I usually sleep like a contented child in the cabin and that night was no exception, but when I wakened in the morning I felt for the first time the impact of Bucky’s death and the first real lash of guilt.

It was nonsense. Bucky had wanted to die. For three years Bucky had been Death looking for a place to happen, so why should it trouble me? It was nonsense.

I went outside and breathed the cold clean air. Where I go on the Upper Eagle is a long hard uphill hike and you don’t take that first step without thinking about it. My legs still hurt from the workout yesterday on the Feather and I knew they would for a couple days yet. They needed more time before tackling the Eagle — more of the Feather maybe, or one of the little tributaries up above where I’ve found some gold. I was waffling. It had been a bad start for what has always been the most prized two weeks of my year, and there I was just standing there.

I ate breakfast and then got in the Dart and drove the four winding miles down to Mountain City. I’d lost two rooster-tail lures on the Feather yesterday and I wanted to replace them and get a fresh spool of eight-ounce line. Besides, there was a new Daiwa reel I’d heard about and I figured Mickey Johnson would have it in his store down there if anyone did. More waffling—

I was still in Johnson’s at ten o’clock and had about forty bucks worth of stuff lined up to buy when Arkins found me there.

“Saw your car outside, Sam,” he said, “and figured you was here.”

“So?” I had a particularly fancy new lure in my hand and didn’t put it down.

“So how about coming over and identifying Bucky’s body?”

“Why me, Arkins? Half the people up here knew him, including you.”

“You know I can’t do it, Sam. Besides, you knew him better than anyone else. Come on.”

I didn’t want to go. An hour in Johnson’s store had reacquainted me with why I was here. “Count me out,” I said doggedly. “Get somebody up from Stockton to do it.”

“He had no family, Train, you know that.”

“Then a neighbor, a friend. How about those hippie guests of his?”

“They’re not there this morning. I just got back from there.”

“Why didn’t you get ’em to do it last night?” I said obstinately.

“We didn’t get the bodies up until after dark and they’d gone by then. Come on, Sam, it’ll take you ten minutes.”

I dropped the lure back in its box and followed him out.

The shot had gone clean through Bucky’s heart.

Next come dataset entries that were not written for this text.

//! A small store to test with, and a raw connection that walks past every guard.

use std::path::Path;
use std::time::Duration;

use chrono::NaiveTime;
use rusqlite::Connection;
use tempfile::TempDir;
use twoline::clock::Moment;
use twoline::domain::codes::{AcuityMethod, Attempt, Consent, YesNo};
use twoline::domain::exam::{Evidence, ExamField};
use twoline::domain::field::Field;
use twoline::domain::outcome::{OutcomeKind, Urgency};
use twoline::domain::referral::{Channel, ContactResult, StepKind};
use twoline::store::{self, Access, Author, DayKey, Kdf, New, Secret, Store, new_id, row};
use uuid::Uuid;
use zeroize::Zeroizing;

pub const PASSPHRASE: &str = "nine green kettles sing";

pub fn date(text: &str) -> chrono::NaiveDate {
    text.parse().unwrap()
}

pub fn secret() -> Secret {
    Secret::Passphrase(Zeroizing::new(PASSPHRASE.to_owned()))
}

pub fn author() -> Author {
    Author {
        screener: None,
        at: Moment {
            utc_ms: 1_792_000_000_000,
            offset_minutes: -300,
        },
    }
}

pub const WRITE: Access = Access::Write {
    wait: Duration::ZERO,
};

pub fn new(secret: Secret) -> New {
    New {
        programme: "Quillmere vision".to_owned(),
        programme_id: None,
        station: "east".to_owned(),
        notation: "feet".to_owned(),
        secret,
        kdf: Kdf::test(),
    }
}

/// An unprotected store in a fresh folder.
pub fn fresh() -> (TempDir, Store) {
    let temp = TempDir::new().unwrap();
    let (store, key) = Store::create(&temp.path().join("store"), new(Secret::None)).unwrap();
    assert!(key.is_none());
    (temp, store)
}

pub fn open(dir: &Path) -> Store {
    Store::open(dir, &Secret::None, WRITE).unwrap()
}

/// A keyed connection of its own, without any of the store's guards.
pub fn raw(dir: &Path) -> Connection {
    let key = store::key::unlock(dir, &Secret::None).unwrap();
    let conn = Connection::open(dir.join("store.db")).unwrap();
    conn.execute_batch(&format!(
        "PRAGMA key = \"x'{}'\";",
        store::ledger::hex(&key[..])
    ))
    .unwrap();
    conn
}

pub fn drop_triggers(conn: &Connection) {
    let names: Vec<String> = conn
        .prepare("SELECT name FROM sqlite_schema WHERE type = 'trigger'")
        .unwrap()
        .query_map([], |r| r.get(0))
        .unwrap()
        .map(Result::unwrap)
        .collect();
    assert!(names.len() > 40);
    for name in names {
        conn.execute_batch(&format!("DROP TRIGGER {name}")).unwrap();
    }
}

pub fn day() -> DayKey {
    DayKey {
        site: "QE".to_owned(),
        screened_on: date("2026-10-14"),
        protocol: "us-school".to_owned(),
    }
}

pub fn child(id: &str, family: &str, given: &str) -> row::Child {
    row::Child {
        id: new_id(),
        child_id: id.to_owned(),
        family_name: family.to_owned(),
        given_name: given.to_owned(),
        dob: Some(date("2020-09-01")),
        provisional: false,
    }
}

pub fn enrolment(id: &str, class: &str) -> row::Enrolment {
    row::Enrolment {
        id: new_id(),
        child_id: id.to_owned(),
        term: "2026-autumn".to_owned(),
        site: "QE".to_owned(),
        grade: twoline::domain::age::Grade::parse("1"),
        class: class.to_owned(),
        teacher: String::new(),
        from_on: date("2026-09-01"),
        left_on: None,
    }
}

pub fn visit(child_id: &str) -> row::Visit {
    row::Visit {
        id: new_id(),
        visit_id: new_id(),
        child_id: child_id.to_owned(),
        site: "QE".to_owned(),
        screened_on: date("2026-10-14"),
        protocol: "us-school".to_owned(),
        attempt: Attempt::First,
    }
}

pub fn reading(visit_id: Uuid, field: Field, value: &str) -> row::Reading {
    row::Reading {
        id: new_id(),
        visit_id,
        try_no: 1,
        field,
        value: value.to_owned(),
    }
}

pub fn outcome(visit_id: Uuid, kind: OutcomeKind) -> row::Outcome {
    row::Outcome {
        id: new_id(),
        visit_id,
        kind,
        decided_by: "criterion".to_owned(),
        urgency: (kind == OutcomeKind::Refer).then_some(Urgency::Prompt),
        act_within_days: (kind == OutcomeKind::Refer).then_some(14),
        act_by: (kind == OutcomeKind::Refer).then(|| date("2026-10-28")),
        due_on: (kind == OutcomeKind::Rescreen).then(|| date("2026-10-28")),
        risks: String::new(),
        criteria: "joint-policy-2016/between-eyes".to_owned(),
        unknown: "plus-lens-2.50/plus-lens".to_owned(),
        qualifiers: String::new(),
        reasons: "two steps between the eyes".to_owned(),
        protocol_notes: String::new(),
        rule_set: "us-school".to_owned(),
        edition: "1".to_owned(),
        content_hash: "ab".repeat(32),
        age_months: Some(73),
        grade: twoline::domain::age::Grade::parse("1"),
        screener_id: None,
        station_id: None,
        tested_on: date("2026-10-14"),
        entered_on: date("2026-10-14"),
        late: false,
    }
}

/// Puts at least one entry into every table, in several transactions. Returns the visit's id.
pub fn fill(store: &mut Store) -> Uuid {
    let (screener, chart) = (new_id(), new_id());
    programme(store, screener, chart);
    let by = Author {
        screener: Some(screener),
        ..author()
    };
    roster(store, &by, chart);
    let visit_id = screened(store, &by);
    corrected(store, &by, visit_id);
    visit_id
}

/// Who and what there is before the roster.
fn programme(store: &mut Store, screener: Uuid, chart: Uuid) {
    store
        .append(&author(), |tx| {
            tx.add(&row::Screener {
                id: new_id(),
                screener_id: screener,
                initials: "JI".to_owned(),
                name: "J. Imani".to_owned(),
            })?;
            tx.add(&row::Site {
                id: new_id(),
                code: "QE".to_owned(),
                name: "Quillmere East".to_owned(),
            })?;
            tx.add(&row::Term {
                id: new_id(),
                code: "2026-autumn".to_owned(),
                title: "Autumn 2026".to_owned(),
                starts_on: date("2026-09-01"),
                ends_on: date("2026-12-20"),
            })?;
            tx.add(&row::Chart {
                id: new_id(),
                chart_id: chart,
                name: "wall chart".to_owned(),
                optotypes: "letters".to_owned(),
                crowded: true,
                letters_per_line: 5,
                distance_mm: 3000,
                lines: "20/40 20/32".to_owned(),
            })?;
            tx.add(&row::Calendar {
                id: new_id(),
                site: "QE".to_owned(),
                days_held: "mon,tue,wed,thu,fri".to_owned(),
                holidays: "2026-11-26..2026-11-27;2026-12-25".to_owned(),
            })
        })
        .unwrap();
}

/// Two children on the roster, and a day.
fn roster(store: &mut Store, by: &Author, chart: Uuid) {
    store
        .append(by, |tx| {
            tx.add(&row::Import {
                id: new_id(),
                import_id: new_id(),
                kind: "roster".to_owned(),
                file_name: "roster.csv".to_owned(),
                file_hash: "cd".repeat(32),
                rows_new: 2,
                rows_changed: 0,
                rows_unchanged: 0,
                rows_gone: 0,
            })?;
            tx.add(&row::ColumnMapping {
                id: new_id(),
                kind: "roster".to_owned(),
                header: "Surname".to_owned(),
                meaning: "family_name".to_owned(),
            })?;
            for (id, family, given) in [("Q-1", "Okafor", "Ada"), ("Q-2", "Trần", "Bảo")] {
                tx.add(&child(id, family, given))?;
                tx.add(&row::ChildDetail {
                    id: new_id(),
                    child_id: id.to_owned(),
                    sex: "f".to_owned(),
                    language: "en".to_owned(),
                    ethnicity: String::new(),
                    insurance: String::new(),
                    special_education: Some(YesNo::No),
                    state_id: String::new(),
                    wears_glasses: None,
                    last_exam_on: Some(date("2025-01-31")),
                    under_care: Some(YesNo::No),
                    known_condition: String::new(),
                    doctor_name: String::new(),
                    doctor_phone: String::new(),
                    history: String::new(),
                    notes: String::new(),
                })?;
                for place in [1, 2] {
                    tx.add(&row::Guardian {
                        id: new_id(),
                        child_id: id.to_owned(),
                        place,
                        name: format!("Guardian {place}"),
                        phone: format!("555-010{place}"),
                        email: String::new(),
                        address: String::new(),
                    })?;
                }
                tx.add(&row::ConsentGiven {
                    id: new_id(),
                    child_id: id.to_owned(),
                    consent: Consent::Yes,
                    given_by: "roster".to_owned(),
                })?;
                tx.add(&enrolment(id, "1B"))?;
            }
            tx.add(&row::SameChild {
                id: new_id(),
                a: "Q-1".to_owned(),
                b: "P-7".to_owned(),
            })?;
            let rows = follow_up(new_id(), new_id());
            tx.add(&rows.referral)?;
            tx.add(&rows.step)?;
            tx.add(&rows.report)?;
            tx.add(&rows.value)?;
            tx.add(&rows.disclosure)?;
            tx.add(&row::ScreeningDay {
                id: new_id(),
                site: "QE".to_owned(),
                screened_on: date("2026-10-14"),
                protocol: "us-school".to_owned(),
                term: "2026-autumn".to_owned(),
                acuity_method: AcuityMethod::Threshold,
                chart_id: Some(chart),
            })
        })
        .unwrap();
}

/// One child screened, one emergency.
fn screened(store: &mut Store, by: &Author) -> Uuid {
    let visit = visit("Q-1");
    let visit_id = visit.visit_id;
    store
        .append(by, |tx| {
            tx.add(&visit)?;
            tx.add(&reading(visit_id, Field::Status, "present"))?;
            tx.add(&reading(visit_id, Field::DistanceRight, "20/20"))?;
            tx.add(&reading(visit_id, Field::DistanceLeft, "20/40"))?;
            tx.add(&outcome(visit_id, OutcomeKind::Rescreen))?;
            tx.add(&row::RuleSetUsed {
                id: new_id(),
                content_hash: "ab".repeat(32),
                rule_set: "us-school".to_owned(),
                edition: "1".to_owned(),
                text: "id = \"us-school\"\n".to_owned(),
            })
        })
        .unwrap();
    store
        .append(by, |tx| {
            tx.add(&row::UrgentAction {
                id: new_id(),
                urgent_id: new_id(),
                step: "raised".to_owned(),
                child_id: "Q-2".to_owned(),
                visit_id: None,
                signs: "white_pupil:left".to_owned(),
                told: String::new(),
                at_ms: author().at.utc_ms,
                at_offset_minutes: -300,
                screener_id: by.screener,
                note: String::new(),
            })
        })
        .unwrap();
    visit_id
}

/// One reading put right.
fn corrected(store: &mut Store, by: &Author, visit_id: Uuid) {
    let old = store
        .read()
        .readings(visit_id)
        .unwrap()
        .into_iter()
        .find(|r| r.field == Field::DistanceLeft)
        .unwrap();
    store
        .append(by, |tx| {
            tx.supersede(
                &[old.id],
                Some(reading(visit_id, Field::DistanceLeft, "20/32")),
                "typed the wrong row",
            )
        })
        .unwrap();
}

/// One entry of each kind about a referral; the ids of the entries do not matter to their hash.
pub struct FollowUp {
    pub referral: row::Referral,
    pub step: row::StepEntry,
    pub report: row::ExamEntry,
    pub value: row::ExamValue,
    pub disclosure: row::Disclosure,
}

pub fn follow_up(referral_id: Uuid, other: Uuid) -> FollowUp {
    FollowUp {
        referral: row::Referral {
            id: new_id(),
            referral_id,
            child_id: "Q-1".to_owned(),
            visit_id: None,
            opened_on: date("2026-10-14"),
            urgency: Urgency::Routine,
            act_by: None,
            reason: "teacher's concern".to_owned(),
            responsible: "J. Imani".to_owned(),
            consent_to_share: Some(YesNo::Yes),
            interpreter: None,
            language: "Español".to_owned(),
            prior_exam: String::new(),
        },
        step: row::StepEntry {
            id: new_id(),
            step_id: other,
            referral_id,
            child_id: "Q-1".to_owned(),
            kind: StepKind::Call,
            done_on: date("2026-11-10"),
            done_at: NaiveTime::from_hms_opt(14, 5, 0),
            channel: Some(Channel::Telephone),
            language: "Español".to_owned(),
            result: Some(ContactResult::NoAnswer),
            letter: None,
            due_on: None,
            worn: None,
            evidence: None,
            closing: None,
            whom: "R. Moss".to_owned(),
            note: String::new(),
            screener_id: Some(Uuid::from_bytes([0x5c; 16])),
            entered_on: date("2026-11-10"),
        },
        report: row::ExamEntry {
            id: new_id(),
            report_id: other,
            referral_id,
            child_id: "Q-1".to_owned(),
            examined_on: date("2026-12-02"),
            received_on: date("2026-12-09"),
            evidence: Evidence::Form,
            screener_id: None,
        },
        value: row::ExamValue {
            id: new_id(),
            report_id: other,
            field: ExamField::BestLeft,
            value: "20/50".to_owned(),
        },
        disclosure: row::Disclosure {
            id: new_id(),
            disclosure_id: other,
            child_id: "Q-1".to_owned(),
            disclosed_on: date("2026-10-15"),
            recipient: "Dr. P. Lindqvist".to_owned(),
            purpose: "referral".to_owned(),
            what: "referral letter".to_owned(),
            file_name: "due.html".to_owned(),
            screener_id: None,
        },
    }
}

Doc Zerbo, who handled autopsies for Mountain County, said death had been instantaneous. Bucky’s body was laid out on an embalming table in the back room of Madison’s Funeral Parlor on Main Street, down the block from Johnson’s. Mountain City is about a mile long and a quarter of a mile wide and ninety percent of the permanent population of the county live there. They can’t afford a lot of sophisticated forensic equipment and personnel. Dr. Edward Zerbo does their autopsies in Madison’s back room, but he makes his living setting bones during the skiing season and curing snake bite the rest of the year. I’d met him once before and liked him. He said he’d rather be poor here than rich anywhere else, and I understand that.

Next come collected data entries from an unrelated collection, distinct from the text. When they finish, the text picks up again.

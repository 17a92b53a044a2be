//! Typed reads.

use twoline::domain::codes::{Attempt, Consent, Status, YesNo};
use twoline::domain::field::Field;
use twoline::domain::outcome::OutcomeKind;
use twoline::store::{new_id, row};

use super::support::*;

#[test]
fn a_day_screen_in_one_read() {
    let (_temp, mut store) = fresh();
    let visit_id = fill(&mut store);
    let read = store.read();
    assert_eq!(read.days().unwrap()[0].site, "QE");
    assert_eq!(read.day(&day()).unwrap().unwrap().term, "2026-autumn");
    let queue = read.day_children(&day(), date("2026-09-01")).unwrap();
    let names: Vec<_> = queue.iter().map(|c| c.child.family_name.as_str()).collect();
    assert_eq!(names, ["Okafor", "Trần"], "by class and folded name");
    assert_eq!(queue[0].visits.len(), 1);
    assert_eq!(queue[0].visits[0].visit_id, visit_id);
    assert_eq!(queue[0].visits[0].status, Some(Status::Present));
    assert_eq!(queue[0].visits[0].kind, Some(OutcomeKind::Rescreen));
    assert_eq!(queue[0].visits[0].due_on, Some(date("2026-10-28")));
    assert!(queue[1].visits.is_empty());
    assert_eq!(queue[1].child.search, "tran bao");
    assert_eq!(queue[1].child.consent, Some(Consent::Yes));
    assert_eq!(queue[1].child.under_care, Some(YesNo::No));
    assert_eq!(queue[1].child.guardian_phone.as_deref(), Some("555-0101"));
    let counts = read.day_counts(&day()).unwrap();
    assert_eq!(counts.len(), 1);
    assert_eq!((counts[0].attempt, counts[0].count), (Attempt::First, 1));
}

#[test]
fn an_earlier_visit_of_the_term_stands_beside_the_child() {
    let (_temp, mut store) = fresh();
    let visit_id = fill(&mut store);
    let mut later = day();
    later.screened_on = date("2026-10-28");
    let queue = store
        .read()
        .day_children(&later, date("2026-09-01"))
        .unwrap();
    assert_eq!(queue[0].earlier[0].visit_id, visit_id);
    assert!(queue[0].visits.is_empty());
    let queue = store
        .read()
        .day_children(&later, date("2026-10-15"))
        .unwrap();
    assert!(queue[0].earlier.is_empty());
}

#[test]
fn a_child_seen_at_another_site_is_in_that_days_queue() {
    let (_temp, mut store) = fresh();
    fill(&mut store);
    let mut guest = visit("Q-2");
    guest.site = "QW".to_owned();
    store.append(&author(), |tx| tx.add(&guest)).unwrap();
    let mut west = day();
    west.site = "QW".to_owned();
    let queue = store
        .read()
        .day_children(&west, date("2026-09-01"))
        .unwrap();
    assert_eq!(queue.len(), 1);
    assert_eq!(queue[0].child.child_id, "Q-2");
}

#[test]
fn the_day_report_has_readings_and_the_signed_outcome() {
    let (_temp, mut store) = fresh();
    fill(&mut store);
    let rows = store.read().day_report(&day()).unwrap();
    assert_eq!(rows.len(), 2);
    let values: Vec<_> = rows[0]
        .readings
        .iter()
        .map(|r| (r.field, r.value.as_str()))
        .collect();
    assert_eq!(
        values,
        [
            (Field::Status, "present"),
            (Field::DistanceRight, "20/20"),
            (Field::DistanceLeft, "20/32"),
        ]
    );
    let outcome = rows[0].outcome.as_ref().unwrap();
    assert_eq!(outcome.reasons, "two steps between the eyes");
    assert_eq!(outcome.age_months, Some(73));
    assert!(rows[1].visit.is_none() && rows[1].outcome.is_none());
}

#[test]
fn an_emergency_stays_until_somebody_was_told() {
    let (_temp, mut store) = fresh();
    fill(&mut store);
    let open = store.read().urgent_open().unwrap();
    assert_eq!(open.len(), 1);
    assert_eq!(open[0].child.as_ref().unwrap().given_name, "Bảo");
    let told = row::UrgentAction {
        id: new_id(),
        step: "told".to_owned(),
        told: "school nurse".to_owned(),
        ..open[0].raised.clone()
    };
    store.append(&author(), |tx| tx.add(&told)).unwrap();
    assert!(store.read().urgent_open().unwrap().is_empty());
    store
        .append(&author(), |tx| {
            tx.supersede::<row::UrgentAction>(&[told.id], None, "entered too soon")
        })
        .unwrap();
    assert_eq!(store.read().urgent_open().unwrap().len(), 1);
}

#[test]
fn referred_due_and_counted() {
    let (_temp, mut store) = fresh();
    fill(&mut store);
    let read = store.read();
    assert!(read.referred().unwrap().is_empty());
    assert_eq!(read.due().unwrap()[0].0.child_id, "Q-1");
    let counts = |store: &twoline::store::Store, site| {
        store
            .read()
            .term_counts("2026-autumn", date("2026-09-01"), date("2026-12-20"), site)
            .unwrap()
    };
    let now = counts(&store, None);
    assert_eq!(
        (now.enrolled, now.visited, now.rescreen, now.referred),
        (2, 1, 1, 0)
    );

    let mut second = visit("Q-1");
    second.attempt = Attempt::Rescreen;
    second.screened_on = date("2026-10-28");
    let refer = outcome(second.visit_id, OutcomeKind::Refer);
    store
        .append(&author(), |tx| {
            tx.add(&second)?;
            tx.add(&refer)
        })
        .unwrap();
    assert!(store.read().due().unwrap().is_empty());
    assert_eq!(
        store.read().referred().unwrap()[0].1.visit_id,
        second.visit_id
    );
    let now = counts(&store, Some("QE"));
    assert_eq!(
        (now.enrolled, now.visited, now.rescreen, now.referred),
        (2, 1, 0, 1)
    );
    assert_eq!(counts(&store, Some("QW")).visited, 0);
}

#[test]
fn the_roster_comes_back_as_it_was_given() {
    let (_temp, mut store) = fresh();
    fill(&mut store);
    let roster = store.read().roster(Some("2026-autumn")).unwrap();
    assert_eq!(roster.len(), 2);
    let ada = &roster[0];
    assert_eq!((ada.child_id.as_str(), ada.site.as_str()), ("Q-1", "QE"));
    assert_eq!(ada.details.guardian_name, "Guardian 1");
    assert_eq!(ada.details.guardian2_name, "Guardian 2");
    assert_eq!(ada.details.guardian2_phone, "555-0102");
    assert_eq!(ada.details.last_exam_on, Some(date("2025-01-31")));
    assert_eq!(ada.details.class, "1B");
    assert!(store.read().roster(Some("2027-spring")).unwrap().is_empty());

    // Gone from the roster: the enrolment says since when.
    let mut left = enrolment("Q-1", "1B");
    left.left_on = Some(date("2026-10-01"));
    store
        .append(&author(), |tx| tx.put(left, "gone from the roster"))
        .unwrap();
    assert_eq!(store.read().roster(None).unwrap().len(), 1);
    assert_eq!(
        store.read().find_index().unwrap().len(),
        2,
        "still to be found"
    );
}

#[test]
fn the_latest_enrolment_is_the_present_one() {
    let (_temp, mut store) = fresh();
    fill(&mut store);
    let mut next = enrolment("Q-1", "2B");
    next.term = "2027-spring".to_owned();
    next.from_on = date("2027-01-10");
    store.append(&author(), |tx| tx.put(next, "")).unwrap();
    assert_eq!(
        store.read().child("Q-1").unwrap().unwrap().class.as_deref(),
        Some("2B")
    );
    // Correcting last term does not bring it back.
    store
        .append(&author(), |tx| tx.put(enrolment("Q-1", "1C"), "typo"))
        .unwrap();
    assert_eq!(
        store.read().child("Q-1").unwrap().unwrap().class.as_deref(),
        Some("2B")
    );
    store.verify(None, |_, _| {}).unwrap();
}

#[test]
fn settings_mappings_and_rule_texts() {
    let (_temp, mut store) = fresh();
    fill(&mut store);
    let read = store.read();
    assert_eq!(read.setting("notation").unwrap().as_deref(), Some("feet"));
    assert_eq!(read.setting("no such").unwrap(), None);
    assert_eq!(
        read.column_mappings("roster").unwrap()[0].meaning,
        "family_name"
    );
    assert!(read.column_mappings("results").unwrap().is_empty());
    let text = read.rule_set_used(&"ab".repeat(32)).unwrap().unwrap().text;
    assert_eq!(text, "id = \"us-school\"\n");
    assert_eq!(read.programme().unwrap().unwrap().name, "Quillmere vision");
    assert_eq!(read.stations().unwrap()[0].station_id, store.station_id());
    let set = row::Setting {
        id: new_id(),
        name: "notation".to_owned(),
        value: "metres".to_owned(),
    };
    store.append(&author(), |tx| tx.put(set, "")).unwrap();
    assert_eq!(
        store.read().setting("notation").unwrap().as_deref(),
        Some("metres")
    );
    assert_eq!(
        store.read().newest_entry_ms().unwrap().map(|ms| ms > 0),
        Some(true)
    );
}

#[test]
fn every_table_is_filled_by_the_test_store() {
    let (_temp, mut store) = fresh();
    fill(&mut store);
    for (table, n) in store.read().entry_counts().unwrap() {
        assert!(n > 0, "{table}");
    }
}

#[test]
fn what_is_about_a_part_of_a_visit_is_about_the_visit_however_it_is_asked() {
    let (_temp, mut store) = fresh();
    let one = fill(&mut store);
    let two = visit("Q-1");
    let by_hand = new_id();
    let (first, second, third) = (
        follow_up(one, new_id()),
        follow_up(two.visit_id, new_id()),
        follow_up(by_hand, new_id()),
    );
    store
        .append(&author(), |tx| {
            tx.add(&two)?;
            tx.add(&reading(two.visit_id, Field::DistanceRight, "20/63"))?;
            tx.add(&outcome(two.visit_id, OutcomeKind::Refer))?;
            tx.add(&first.step)?;
            tx.add(&second.step)?;
            tx.add(&second.report)?;
            tx.add(&second.value)?;
            tx.add(&third.referral)
        })
        .unwrap();
    let of_child = |store: &twoline::store::Store| {
        let read = store.read();
        let mut all = read.referrals().unwrap();
        let mut mine = read.referrals_of("Q-1").unwrap();
        all.retain(|r| r.child.child_id == "Q-1");
        all.sort_by_key(|r| r.referral_id);
        mine.sort_by_key(|r| r.referral_id);
        assert_eq!(all, mine);
        for record in &mine {
            let same = read.referral(record.referral_id).unwrap();
            assert_eq!(same.as_ref(), Some(record));
        }
        mine
    };
    let mine = of_child(&store);
    assert!(mine.iter().any(|r| r.referral_id == by_hand));
    let of_visit = mine.iter().find(|r| r.referral_id == one).unwrap();
    assert_eq!((of_visit.steps.len(), of_visit.reports.len()), (2, 1));
    assert_eq!(of_visit.reports[0].values.len(), 1);
    let by_part = store.read().referral(two.visit_id).unwrap();
    assert_eq!(by_part.as_ref(), Some(of_visit));
    assert!(store.read().referrals_of("Q-2").unwrap().is_empty());

    // A part that was taken back keeps what was done about it.
    store
        .append(&author(), |tx| {
            tx.supersede::<row::Visit>(&[two.id], None, "entered twice")
        })
        .unwrap();
    let mine = of_child(&store);
    assert!(
        mine.iter()
            .any(|r| r.referral_id == two.visit_id && r.visit.is_none()),
        "{mine:?}"
    );
}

“Well, it’s Bucky,” I said, and Arkins duly noted that down.

“The bullet I took out of him looks like a .38,” Zerbo said, “and Miller’s gun is a .38 and there’s probably no doubt he shot him, but we’ll have to send them down to Sacramento for a ballistics check.”

“Sounds good,” I said, and turned to go, but then turned back. Bucky’s body was badly battered from the long fall down the slope of the ravine, but there was a motley pattern of marks on his legs that weren’t bruises. Little red bumps.

“What’re those?” I said to Zerbo, pointing, and he said probably ant bites made while he and Miller were dead in the ravine.

“Does Miller have any?” I said and Zerbo shrugged and pulled the sheet back from Miller’s body on the next table. It was as badly battered as Bucky’s, but there were no little red marks on his legs.

“What killed him?” I said.

“The fall,” Zerbo said. “I haven’t done him yet, but it looks like his neck’s broken.”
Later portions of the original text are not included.